Bir lokantada yemek sonrası sigaraların söndürüldüğü yeri sosyal medyada görünce uzun süre anlayamadım. Fotoğrafı da özellikle sayfamızı kirletmemek için koymadım. İnsan tok olunca kudururmuş ve nimeti de pisletirmiş. Bir tabaktaki lavaşların üzerinde ona yakın söndürülmüş sigara izmariti vardı. Ayrıca pis, kullanılmış bir iki plastik kaşık, çatal. İnanamadım.
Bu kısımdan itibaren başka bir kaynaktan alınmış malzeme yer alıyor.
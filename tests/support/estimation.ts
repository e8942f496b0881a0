import { pool } from "./db";

const sleep = (ms: number) => new Promise((r) => setTimeout(r, ms));

/**
 * Waits until the server's background estimation has settled for an
 * organisation: its hours stop changing (count and newest update the same
 * three polls running). Posting readings with a gap starts gap filling after
 * the answer, so a test that reads the ledger twice waits for it first.
 */
export async function estimationSettled(organizationId: string) {
  let last = "";
  let same = 0;
  for (const deadline = Date.now() + 20_000; Date.now() < deadline;) {
    const { rows } = await pool.query<{ state: string }>(
      `select count(*) || '|' || coalesce(max(updated_at)::text, '') as state
         from intervals where organization_id = $1`,
      [organizationId],
    );
    same = rows[0].state === last ? same + 1 : 0;
    if (same >= 3) return;
    last = rows[0].state;
    await sleep(400);
  }
  throw new Error("the hours kept changing for 20 s");
}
Öyle kötü bir manzara ki, ne desem boş. Yerde ekmek parçasını görünce, alıp yüksekçe bir yerlere kuşlara nimet olarak koyan bir milletten bu günlere mi geldik? Tabii hangi millet bunu yapar onu da bilmiyorum ama şimdi ırkçılık da yapmak istemem. Ancak bu hiçbir insana yakışmaz. Bize asla yakışmaz. Bu tarz insanlara ne söylesen boş. Bunlardan ne köy olur ne kasaba. Hatta bunlar potansiyel suç makinası. Mide bulandırıcı ve tiksindirici. Üstelik bunlar toplu yerlerde dolaşıyor ve etrafı bu şekilde kirletebiliyorsa daha neler yapabilirler bir düşünün. Aslan yattığı yerden belli olur diye boşuna denmemiş.

Babam

Babam benim için bambaşka bir yerdeydi çocukken. Hatırlıyorum; atik, hızlı ve enerjik bir adamdı. Erkek figürü benim için babamdı. Hiçbir pop yıldızı babamın yerini tutamazdı. Önce babamla açtım gözümü erkeklerin dünyasına. Babam adam gibi adamdı. Anlardı bakışlarımdan ama kaçırırdı gözlerini. Öyle terbiye almıştı. Fazla yüz verilmezdi çocuklara. Bizim kalpten bir bağımız vardı her türlü engele rağmen. İlk bisikletimi hatırlıyorum ama bana onu ellerinle vermediğini de hatırlıyorum. Kopuk kopuk bende hatıralar çocukluğuma dair. Bir de bana kitap okumam için gençliğimin daha başlarında Polyanna’yı verdiğini bugün gibi hatırlıyorum. Bir de o sol yanağımdaki o izi unutmadım. Senin suçun da değildi baba. Herkes ne yaptığını biliyor ya baba. Gözlerinin içinin nasıl güldüğünü hatırlamak istediğim için asla son haline bakamadım. O yüzden, o sonsuzluktan, bana hala gülümsediğini biliyorum.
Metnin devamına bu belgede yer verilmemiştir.